「007 私を愛したスパイ」(1977)

 

シリーズ10作目をAmazonプライムビデオで観ました。

 

 

監督はルイス・ギルバート。予告編はコチラ。荻昌弘の解説はコチラ

 

核ミサイルを搭載した英国海軍の原子力潜水艦とソ連海軍の原子力潜水艦ポチョムキンが突如消息を絶ってしまいます。オーストリアのアルプスで美女と楽しんでいたところに襲ってきたソ連スパイスキーで逃げながらぶっ殺した後、ボンド(ロジャー・ムーア)エジプトのカイロに行って事件のカギを握る人物に接触。ソ連KGBが誇る美女スパイ"トリプルX"こと、アマソヴァ少佐(バーバラ・バック)も同じ目的でやって来ます。接触した人物はある黒幕が送り込んだ暗殺者に始末されて、二人も襲撃されたため、現地で協力することになります。

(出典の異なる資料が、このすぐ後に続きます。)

@inline function rows4(a: usize, bs: i32, x: usize, y: usize, subtract: bool): void {
  // bs divisible by 4: four rows per pass, each row's partial sums as in rows2
  const rowBytes = <usize>bs << 3;
  let r0 = a;
  for (let i = 0; i < bs; i += 4) {
    const r1 = r0 + rowBytes, r2 = r1 + rowBytes, r3 = r2 + rowBytes;
    let a0 = f64x2.splat(0), a1 = f64x2.splat(0), a2 = f64x2.splat(0), a3 = f64x2.splat(0);
    for (let j = 0; j < bs; j += 4) {
      const o = <usize>j << 3;
      const xv = v128.load(x + o), xw = v128.load(x + o, 16);
      a0 = f64x2.add(a0, f64x2.mul(v128.load(r0 + o), xv));
      a1 = f64x2.add(a1, f64x2.mul(v128.load(r1 + o), xv));
      a2 = f64x2.add(a2, f64x2.mul(v128.load(r2 + o), xv));
      a3 = f64x2.add(a3, f64x2.mul(v128.load(r3 + o), xv));
      a0 = f64x2.add(a0, f64x2.mul(v128.load(r0 + o, 16), xw));
      a1 = f64x2.add(a1, f64x2.mul(v128.load(r1 + o, 16), xw));
      a2 = f64x2.add(a2, f64x2.mul(v128.load(r2 + o, 16), xw));
      a3 = f64x2.add(a3, f64x2.mul(v128.load(r3 + o, 16), xw));
    }
    const v0 = f64x2.extract_lane(a0, 0) + f64x2.extract_lane(a0, 1), v1 = f64x2.extract_lane(a1, 0) + f64x2.extract_lane(a1, 1);
    const v2 = f64x2.extract_lane(a2, 0) + f64x2.extract_lane(a2, 1), v3 = f64x2.extract_lane(a3, 0) + f64x2.extract_lane(a3, 1);
    if (subtract) {
      setF64(y, i, f64At(y, i) - v0); setF64(y, i + 1, f64At(y, i + 1) - v1);
      setF64(y, i + 2, f64At(y, i + 2) - v2); setF64(y, i + 3, f64At(y, i + 3) - v3);
    } else {
      setF64(y, i, v0); setF64(y, i + 1, v1); setF64(y, i + 2, v2); setF64(y, i + 3, v3);
    }
    r0 += rowBytes << 2;
  }
}

@inline function rows2(a: usize, bs: i32, x: usize, y: usize, subtract: bool): void {
  const rowBytes = <usize>bs << 3;
  let i = 0;
  let r0 = a;
  for (; i + 1 < bs; i += 2) {
    const r1 = r0 + rowBytes;
    let a0 = f64x2.splat(0), a1 = f64x2.splat(0);
    let j = 0;
    for (; j + 3 < bs; j += 4) {
      const o = <usize>j << 3;
      const xv = v128.load(x + o), xw = v128.load(x + o, 16);
      a0 = f64x2.add(a0, f64x2.mul(v128.load(r0 + o), xv));
      a1 = f64x2.add(a1, f64x2.mul(v128.load(r1 + o), xv));
      a0 = f64x2.add(a0, f64x2.mul(v128.load(r0 + o, 16), xw));
      a1 = f64x2.add(a1, f64x2.mul(v128.load(r1 + o, 16), xw));
    }
    if (j + 1 < bs) {
      const xv = pairAt(x, j);
      a0 = f64x2.add(a0, f64x2.mul(pairAt(r0, j), xv));
      a1 = f64x2.add(a1, f64x2.mul(pairAt(r1, j), xv));
      j += 2;
    }
    let s0 = f64x2.extract_lane(a0, 0), s1 = f64x2.extract_lane(a1, 0);
    if (j < bs) { const xa = f64At(x, j); s0 += f64At(r0, j) * xa; s1 += f64At(r1, j) * xa; }
    const v0 = s0 + f64x2.extract_lane(a0, 1), v1 = s1 + f64x2.extract_lane(a1, 1);
    if (subtract) { setF64(y, i, f64At(y, i) - v0); setF64(y, i + 1, f64At(y, i + 1) - v1); }
    else { setF64(y, i, v0); setF64(y, i + 1, v1); }
    r0 += rowBytes << 1;
  }
  if (i < bs) {
    let s: f64 = 0;
    for (let j = 0; j < bs; j++) s += f64At(r0, j) * f64At(x, j);
    if (subtract) setF64(y, i, f64At(y, i) - s); else setF64(y, i, s);
  }
}

/** y = A x (subtract false) or y −= A x (true); the dispatch of blockMatVec / blockMatVecSub. */
@inline export function matVecInto(a: usize, bs: i32, x: usize, y: usize, subtract: bool): void {
  if (bs == 1) {
    const v = load<f64>(a) * load<f64>(x);
    store<f64>(y, subtract ? load<f64>(y) - v : v);
    return;
  }
  if (bs == 2) {
    const x0 = load<f64>(x), x1 = load<f64>(x, 8);
    const v0 = load<f64>(a) * x0 + load<f64>(a, 8) * x1;
    const v1 = load<f64>(a, 16) * x0 + load<f64>(a, 24) * x1;
    if (subtract) { store<f64>(y, load<f64>(y) - v0); store<f64>(y, load<f64>(y, 8) - v1, 8); }
    else { store<f64>(y, v0); store<f64>(y, v1, 8); }
    return;
  }
  if (bs == 3) {
    const x0 = load<f64>(x), x1 = load<f64>(x, 8), x2 = load<f64>(x, 16);
    const v0 = load<f64>(a) * x0 + load<f64>(a, 8) * x1 + load<f64>(a, 16) * x2;
    const v1 = load<f64>(a, 24) * x0 + load<f64>(a, 32) * x1 + load<f64>(a, 40) * x2;
    const v2 = load<f64>(a, 48) * x0 + load<f64>(a, 56) * x1 + load<f64>(a, 64) * x2;
    if (subtract) { store<f64>(y, load<f64>(y) - v0); store<f64>(y, load<f64>(y, 8) - v1, 8); store<f64>(y, load<f64>(y, 16) - v2, 16); }
    else { store<f64>(y, v0); store<f64>(y, v1, 8); store<f64>(y, v2, 16); }
    return;
  }
  if (bs % 3 == 0 && bs <= 33) rows3(a, bs, x, y, subtract);
  else if ((bs & 3) == 0) rows4(a, bs, x, y, subtract);
  else rows2(a, bs, x, y, subtract);
}

export function blockMatVec(a: usize, bs: i32, x: usize, y: usize): void { matVecInto(a, bs, x, y, false); }
export function blockMatVecSub(a: usize, bs: i32, x: usize, y: usize): void { matVecInto(a, bs, x, y, true); }

/** x ← A⁻¹ x in place from luFactor output (twin of luSolve: two rows per pass, two sums per row). */
export function luSolve(lu: usize, piv: usize, bs: i32, x: usize): void {
  for (let k = 0; k < bs; k++) {
    const p = i32At(piv, k);
    if (p != k) { const t = f64At(x, k); setF64(x, k, f64At(x, p)); setF64(x, p, t); }
  }
  const rowBytes = <usize>bs << 3;
  let i = 1;
  for (; i + 1 < bs; i += 2) {
    const r0 = lu + (<usize>i) * rowBytes, r1 = r0 + rowBytes;
    let a = f64x2(f64At(x, i), 0), b = f64x2(f64At(x, i + 1), 0);
    let j = 0;
    for (; j + 1 < i; j += 2) {
      const xv = pairAt(x, j);
      a = f64x2.sub(a, f64x2.mul(pairAt(r0, j), xv));
      b = f64x2.sub(b, f64x2.mul(pairAt(r1, j), xv));
    }
    let a0 = f64x2.extract_lane(a, 0), b0 = f64x2.extract_lane(b, 0);
    if (j < i) { const x0 = f64At(x, j); a0 -= f64At(r0, j) * x0; b0 -= f64At(r1, j) * x0; }
    const xi = a0 + f64x2.extract_lane(a, 1);
    setF64(x, i, xi);
    setF64(x, i + 1, (b0 + f64x2.extract_lane(b, 1)) - f64At(r1, i) * xi);
  }
  if (i < bs) {
    const r0 = lu + (<usize>i) * rowBytes;
    let s0 = f64At(x, i), s1: f64 = 0;
    let j = 0;
    for (; j + 1 < i; j += 2) { s0 -= f64At(r0, j) * f64At(x, j); s1 -= f64At(r0, j + 1) * f64At(x, j + 1); }
    if (j < i) s0 -= f64At(r0, j) * f64At(x, j);
    setF64(x, i, s0 + s1);
  }
  i = bs - 1;
  for (; i >= 1; i -= 2) {
    const r0 = lu + (<usize>i) * rowBytes, r1 = r0 - rowBytes;
    let a = f64x2(f64At(x, i), 0), b = f64x2(f64At(x, i - 1), 0);
    let j = i + 1;
    for (; j + 1 < bs; j += 2) {
      const xv = pairAt(x, j);
      a = f64x2.sub(a, f64x2.mul(pairAt(r0, j), xv));
      b = f64x2.sub(b, f64x2.mul(pairAt(r1, j), xv));
    }
    let a0 = f64x2.extract_lane(a, 0), b0 = f64x2.extract_lane(b, 0);
    if (j < bs) { const x0 = f64At(x, j); a0 -= f64At(r0, j) * x0; b0 -= f64At(r1, j) * x0; }
    const xi = (a0 + f64x2.extract_lane(a, 1)) / f64At(r0, i);
    setF64(x, i, xi);
    setF64(x, i - 1, ((b0 + f64x2.extract_lane(b, 1)) - f64At(r1, i) * xi) / f64At(r1, i - 1));
  }
  if (i == 0) {
    let s0 = f64At(x, 0), s1: f64 = 0;
    let j = 1;
    for (; j + 1 < bs; j += 2) { s0 -= f64At(lu, j) * f64At(x, j); s1 -= f64At(lu, j + 1) * f64At(x, j + 1); }
    if (j < bs) s0 -= f64At(lu, j) * f64At(x, j);
    setF64(x, 0, (s0 + s1) / f64At(lu, 0));
  }
}

/** row[j] −= l·src[j] for j in [from, to) (independent entries: two per v128). */
@inline function rowUpdate(row: usize, src: usize, l: f64, from: i32, to: i32): void {
  const lv = f64x2.splat(l);
  let j = from;
  for (; j + 1 < to; j += 2) v128.store(row + (<usize>j << 3), f64x2.sub(pairAt(row, j), f64x2.mul(lv, pairAt(src, j))));
  if (j < to) setF64(row, j, f64At(row, j) - l * f64At(src, j));
}

@inline function swapRows(a: usize, rk: usize, rp: usize, bs: i32): void {
  let j = 0;
  for (; j + 1 < bs; j += 2) {
    const t = pairAt(rk, j);
    v128.store(rk + (<usize>j << 3), pairAt(rp, j));
    v128.store(rp + (<usize>j << 3), t);
  }
  if (j < bs) { const t = f64At(rk, j); setF64(rk, j, f64At(rp, j)); setF64(rp, j, t); }
}

export function luFactorUnblocked(a: usize, bs: i32, piv: usize, tiny: f64): i32 {
  const rowBytes = <usize>bs << 3;
  for (let k = 0; k < bs; k++) {
    const rk = a + (<usize>k) * rowBytes;
    let p = k;
    let best = Math.abs(f64At(rk, k));
    for (let i = k + 1; i < bs; i++) {
      const v = Math.abs(f64At(a + (<usize>i) * rowBytes, k));
      if (v > best) { best = v; p = i; }
    }
    setI32(piv, k, p);
    if (!(best > tiny)) return k;
    if (p != k) swapRows(a, rk, a + (<usize>p) * rowBytes, bs);
    const inv = 1 / f64At(rk, k);
    for (let i = k + 1; i < bs; i++) {
      const ri = a + (<usize>i) * rowBytes;
      const l = f64At(ri, k) * inv;
      setF64(ri, k, l);
      if (l != 0) rowUpdate(ri, rk, l, k + 1, bs);
    }
  }
  return -1;
}

/** Blocked LU for bs ≥ 16 (panels of 4), the twin of luFactor's fast path. */
export function luFactor(a: usize, bs: i32, piv: usize, tiny: f64): i32 {
  if (bs < 16) return luFactorUnblocked(a, bs, piv, tiny);
  const rowBytes = <usize>bs << 3;
  for (let k0 = 0; k0 < bs; k0 += 4) {
    const kEnd = min(k0 + 4, bs);
    for (let k = k0; k < kEnd; k++) {
      const rk = a + (<usize>k) * rowBytes;
      let p = k;
      let best = Math.abs(f64At(rk, k));
      for (let i = k + 1; i < bs; i++) {
        const v = Math.abs(f64At(a + (<usize>i) * rowBytes, k));
        if (v > best) { best = v; p = i; }
      }
      setI32(piv, k, p);
      if (!(best > tiny)) return k;
      if (p != k) swapRows(a, rk, a + (<usize>p) * rowBytes, bs);
      const inv = 1 / f64At(rk, k);
      for (let i = k + 1; i < bs; i++) {
        const ri = a + (<usize>i) * rowBytes;
        const l = f64At(ri, k) * inv;
        setF64(ri, k, l);
        for (let j = k + 1; j < kEnd; j++) setF64(ri, j, f64At(ri, j) - l * f64At(rk, j));
      }
    }
    if (kEnd == bs) break;
    for (let k = k0 + 1; k < kEnd; k++) {
      const rk = a + (<usize>k) * rowBytes;
      for (let q = k0; q < k; q++) {
        const l = f64At(rk, q);
        if (l == 0) continue;
        rowUpdate(rk, a + (<usize>q) * rowBytes, l, kEnd, bs);
      }
    }
    const r0 = a + (<usize>k0) * rowBytes;
    if (kEnd - k0 == 4) {
      const r1 = r0 + rowBytes, r2 = r1 + rowBytes, r3 = r2 + rowBytes;
      for (let i = kEnd; i < bs; i++) {
        const ri = a + (<usize>i) * rowBytes;
        const l0 = f64At(ri, k0), l1 = f64At(ri, k0 + 1), l2 = f64At(ri, k0 + 2), l3 = f64At(ri, k0 + 3);
        const v0 = f64x2.splat(l0), v1 = f64x2.splat(l1), v2 = f64x2.splat(l2), v3 = f64x2.splat(l3);
        let j = kEnd;
        for (; j + 1 < bs; j += 2) {
          const s = f64x2.add(f64x2.add(f64x2.add(f64x2.mul(v0, pairAt(r0, j)), f64x2.mul(v1, pairAt(r1, j))), f64x2.mul(v2, pairAt(r2, j))), f64x2.mul(v3, pairAt(r3, j)));
          v128.store(ri + (<usize>j << 3), f64x2.sub(pairAt(ri, j), s));
        }
        if (j < bs) setF64(ri, j, f64At(ri, j) - (l0 * f64At(r0, j) + l1 * f64At(r1, j) + l2 * f64At(r2, j) + l3 * f64At(r3, j)));
      }
    } else {
      for (let i = kEnd; i < bs; i++) {
        const ri = a + (<usize>i) * rowBytes;
        for (let q = k0; q < kEnd; q++) {
          const l = f64At(ri, q);
          const rq = a + (<usize>q) * rowBytes;
          for (let j = kEnd; j < bs; j++) setF64(ri, j, f64At(ri, j) - l * f64At(rq, j));
        }
      }
    }
  }
  return -1;
}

東西に分かれた敵でありながら、共通の敵を持ったことでいい雰囲気になったボンドアマソヴァ一夜を共にしようと思って油断した隙に眠らされてしまいます。

 

その後、現地にやって来たMたちに会うと、KGB幹部と一緒にいるアマソヴァがいました。英国とソ連がタッグを組んで、共同で捜査することになった二人。黒幕の正体は大富豪でもある海洋学者のストロンバーグ(クルト・ユルゲンス)で、カイロで戦った暗殺者ジョーズ(リチャード・キール)も彼が送った刺客でした。ストロンバーグは大型タンカーから怪信号を発信して、機能不全に陥った原子力潜水艦を捕獲。海洋に浮かぶ秘密基地アトランティスを拠点にして、ゲットした核ミサイルで東西各国に攻撃しようとしていました。彼氏だったスパイボンドにアルプスで殺されたことを捜査途中に知ったアマソヴァは、任務終了後にはお前を殺すとボンドに宣言。美女に殺されるリスクを背負いながら、世界危機を救おうとするボンドの運命は・・・というのが大まかなあらすじ。

 

原題は「The Spy Who Loved Me」。原作小説とは全く違う映画オリジナルの脚本。この年の世界興収4位で、シリーズ最大のヒットを記録。大がかりな予算で作られたコント風のアトラクション映画という独自の世界観では敵なしの地位を驀進している頃だけに、雪山ピラミッド水中などのインスタ映えする場所で、スケールアップした様々な仕掛けを駆使して大げさに立ち回るボンドが堪能できます。水中に潜ってから潜水艦に変身するボンドカー(ロータス・エスプリ)がカッコイイと思った少年時代を思い出しました。本作の敵は金持ちの学者で、海を愛するあまり、海の楽園を作って、地上は全部破壊してしまえと思っている風変りなおっさん。ボンドガールはバーバラ・バック。前半でヤリ手のスパイであることを見せつけていたアマソヴァ少佐も、後半以降のいざという勝負どころでは、露出多めの衣装うろついてるだけの飾り物として活躍。目力が強くてスタイルがセクシーなバーバラ・バックは実業家と離婚した後、リンゴ・スターと再婚しています。それと、ジョーズと呼ばれる図体のデカい殺し屋を演じるリチャード・キールがとても印象的。見た目が特殊な悪役を配置するのも、007あるある。

 

以下は、IMDBトリビアで気になった記述。ガイ・ハミルトンが続投して監督する予定だったのが「スーパーマン」(1978)を監督するために辞退。でも「スーパーマン」も降板することになったこと。本作の監督候補として、スピルバーグが検討されていたこと。ボンドガール候補として、カトリーヌ・ドヌーヴ、ドミニク・サンダ、マルト・ケラーが挙がっていたこと。本作にジェットスキーが登場したことによって、世界的に知られる存在になったとのこと。ロジャー・ムーアが撮影前に若返り用の整形手術をしたこと。エルヴィス・プレスリーが生前に観た最後の映画でもあること。エンドクレジットで次回作は「ユア・アイズ・オンリー」だとクレジットされてますが、SF映画ブームの余波を受けて、「ムーンレイカー」に変更された経緯があること。